Aber auch das Nachrüsten (Retrofit) bestehender Anlagen, die auch als Brownfield-Anlagen bezeichnet werden, lohnt sich durchaus. Denn eine Instandhaltung bzw. Reparatur nur nach Bedarf, die zudem lediglich bei ungeplanten Stillständen praktiziert wird, trägt nicht wirklich zur Produktionssicherung bei.

Und eine präventive Instandhaltung nach Wartungsplan, wie sie in der Vergangenheit oftmals praktiziert wurde, ist ebenfalls zunehmend unwirtschaftlich, da größtenteils noch gut funktionierende Komponenten und Schmierstoffe unnötigerweise ausgetauscht werden.



Wo liegen die Grenzen und Risiken beim Condition Monitoring?

Das Thema Condition Monitoring zählt neben der Digitalisierung und der Vernetzung mit zu den Kernelementen der Evolutionsstufe Industrie 4.0. Da die bereits oben erwähnten Vorteile eindeutig für sich sprechen, ist CM als wichtige Schlüsseltechnologie ein absolutes Fokusthema. Allerdings schützt Condition Monitoring nicht vor plötzlich auftretenden Ereignissen. Diese können eintreten, wenn beispielsweise ein Getriebezahnrad wegen eines Fehlers im Material schlagartig bricht. Materialermüdung hingegen ist durch die Erfassung von Belastungswerten und Lastzyklen durchaus Gegenstand von CM.

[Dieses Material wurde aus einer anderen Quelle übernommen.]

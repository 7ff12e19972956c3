"""Reference: the charts, factors, rules and methods there are."""

from __future__ import annotations

from typing import Any

from ...spc.charts import CHARTS
from ...spc.factors import LARGEST_SIZE, SMALLEST_SIZE, Factors, factors
from ...spc.methods import METHODS, Method
from ...spc.references import REFERENCES, Reference
from ...spc.rules import PUBLISHED, TOLERANCE, Rule
from .. import fields as f
from .. import problems
from ..contract import Contract
from ..schemas import derive

TAG = "Reference"


class ChartAnswer(f.AnswerShape):
    """A chart: what it is for, and where its operations are."""

    name = f.StrictString(required=True, metadata={"description": "As in the paths."})
    title = f.StrictString(required=True, metadata={"description": "In words."})
    purpose = f.StrictString(required=True, metadata={"description": "What it is for."})
    takes = f.StrictString(required=True, metadata={"description": "The data it needs."})
    beware = f.StrictString(required=True, metadata={"description": "Where it misleads."})
    panels = f.StringList(required=True, metadata={"description": "The statistics it plots."})
    references = f.StringList(required=True, metadata={"description": "Keys of its sources."})
    limits = f.StrictString(
        required=True, metadata={"description": "Path of the operation that fits limits."}
    )
    signals = f.StrictString(required=True, metadata={"description": "Path of the operation that judges."})


class ChartsAnswer(f.AnswerShape):
    """Every chart of the service."""

    charts = f.ObjectList(
        ChartAnswer, required=True, metadata={"description": "In the order of their kinds."}
    )


class FactorsQuery(f.RequestShape):
    """Which factors."""

    size = f.StrictInteger(
        required=True,
        least=SMALLEST_SIZE,
        most=LARGEST_SIZE,
        metadata={"description": "Values in a subgroup, 2 to 1000."},
    )
    sigma_multiple = f.StrictNumber(
        above=0,
        most=10,
        load_default=3.0,
        metadata={"description": "Limits this many sigma out; 3 unless given."},
    )


class RuleAnswer(derive.answer(Rule)):  # type: ignore[misc]
    """A rule in numbers and in words."""

    code = f.StrictString(required=True, metadata={"description": "As signals name it."})
    description = f.StrictString(required=True, metadata={"description": "In one sentence."})


class RuleSetAnswer(f.AnswerShape):
    """A published set of rules."""

    name = f.StrictString(required=True, metadata={"description": "As requests name it."})
    title = f.StrictString(required=True, metadata={"description": "Author and year."})
    reference = f.StrictString(required=True, metadata={"description": "Key of its source."})
    rules = f.ObjectList(RuleAnswer, required=True, metadata={"description": "The limit first."})


class RulesAnswer(f.AnswerShape):
    """The published sets, and what rules mean exactly."""

    sets = f.ObjectList(RuleSetAnswer, required=True, metadata={"description": "By author and year."})
    semantics = f.StringList(required=True, metadata={"description": "What all rules have in common."})


class MethodsAnswer(f.AnswerShape):
    """Every method with its formula, and the bibliography."""

    methods = f.ObjectList(
        derive.answer(Method), required=True, metadata={"description": "What is computed, and how."}
    )
    references = f.ObjectList(
        derive.answer(Reference), required=True, metadata={"description": "The sources, by key."}
    )


SEMANTICS = (
    "Beyond is strict: a point on a line is not beyond it. Within "
    f"{TOLERANCE:g} sigma of a line, a point lies on it.",
    "A zone rule counts points beyond a distance on one side, and signals only on a point that is itself beyond.",
    "A point on the centre line is on neither side and ends a run.",
    "Two equal neighbours end a trend and an alternation.",
    "A gap ends every run: a point before it never counts after it.",
    "Distances are in each point's own standard deviation, so limits that vary change no rule.",
    "A window may be partial at the start, and goes on after a signal.",
    "The control limits are always watched; one point beyond 3 stands for them, wherever they lie.",
    "Run rules watch the panel of the location or the count; a spread panel is watched by its limits alone.",
)


def charts() -> dict[str, Any]:
    """The charts there are."""
    return {
        "charts": [
            {
                "name": chart.name,
                "title": chart.title,
                "purpose": chart.purpose,
                "takes": chart.takes,
                "beware": chart.beware,
                "panels": chart.panels,
                "references": chart.references,
                "limits": f"/v1/charts/{chart.name}/limits",
                "signals": f"/v1/charts/{chart.name}/signals",
            }
            for chart in CHARTS.values()
        ]
    }


def factors_of(loaded: dict[str, Any]) -> Factors:
    """Factors for one size."""
    return factors(loaded["size"], loaded["sigma_multiple"])


def rules() -> dict[str, Any]:
    """The published sets of rules."""
    return {
        "sets": [
            {
                "name": name,
                "title": published.title,
                "reference": published.source,
                "rules": [
                    {
                        "form": rule.form,
                        "points": rule.points,
                        "window": rule.window,
                        "distance": rule.distance,
                        "severity": rule.severity,
                        "code": rule.code,
                        "description": rule.description,
                    }
                    for rule in published.rules
                ],
            }
            for name, published in PUBLISHED.items()
        ],
        "semantics": SEMANTICS,
    }


def methods() -> dict[str, Any]:
    """The methods and their sources."""
    return {"methods": METHODS, "references": list(REFERENCES.values())}


def register(contract: Contract) -> None:
    """Binds the reference operations."""
    contract.tag(TAG, "What there is: charts, factors, rules, methods and their sources.")
    contract.operation(
        "GET",
        "/v1/charts",
        operation_id="listCharts",
        tag=TAG,
        summary="The charts there are",
        description="What each chart is for, the data it takes, where it misleads, and its operations.",
        response=ChartsAnswer(),
        computes=False,
    )(charts)
    contract.operation(
        "GET",
        "/v1/factors",
        operation_id="getFactors",
        tag=TAG,
        summary="Control chart factors of one size",
        description="Every factor of mean, range and deviation charts for subgroups of 2 to 1000 values, computed, "
        "not looked up. A lower factor that would not be positive is null. Sources: iso-7870-2, astm-e2587.",
        query=FactorsQuery(),
        response=derive.answer(Factors)(),
        problems=(problems.NOT_COMPUTABLE,),
    )(factors_of)
    contract.operation(
        "GET",
        "/v1/rules",
        operation_id="getRules",
        tag=TAG,
        summary="Published sets of run rules",
        description="Each set by author and year, rule by rule, and the exact meaning of rules here.",
        response=RulesAnswer(),
        computes=False,
    )(rules)
    contract.operation(
        "GET",
        "/v1/methods",
        operation_id="getMethods",
        tag=TAG,
        summary="Methods and their sources",
        description="What is computed, by which formula, on whose authority; with the bibliography.",
        response=MethodsAnswer(),
        computes=False,
    )(methods)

Ebenfalls wichtig sind die korrekt eingestellten und festgelegten Betriebsparameter. Besonders bei Retrofit-Anlagen, wo aufgrund fehlender Herstellerangaben auf praxiserprobte Erfahrungswerte zurückgegriffen werden muss, ist es wichtig, die passenden Grenzwerte einzustellen. Sind die Toleranzwerte zu gering eingestellt, stören die unnötigen und falschen Fehlermeldungen lediglich den Betriebsablauf. Sind die Grenzen zu großzügig gewählt, kann eine Alarmmeldung unter Umständen zu spät erfolgen. 

Ein weiterer wichtiger Punkt ist die nicht unerhebliche Menge an sensiblen Daten, die sich zwangsläufig ansammelt. Bei der Nutzung müssen klare Zugriffsrechte vergeben sein und bei der Speicherung muss sichergestellt sein, dass unberechtigte Personen keinen Zugriff haben. Besonders dann, wenn sich bei Personen Firmenzugehörigkeiten ändern. Bei den erforderlichen Datenübertragungen sind gängige Verschlüsselungstechnologien unbedingt zu nutzen und zu überwachen.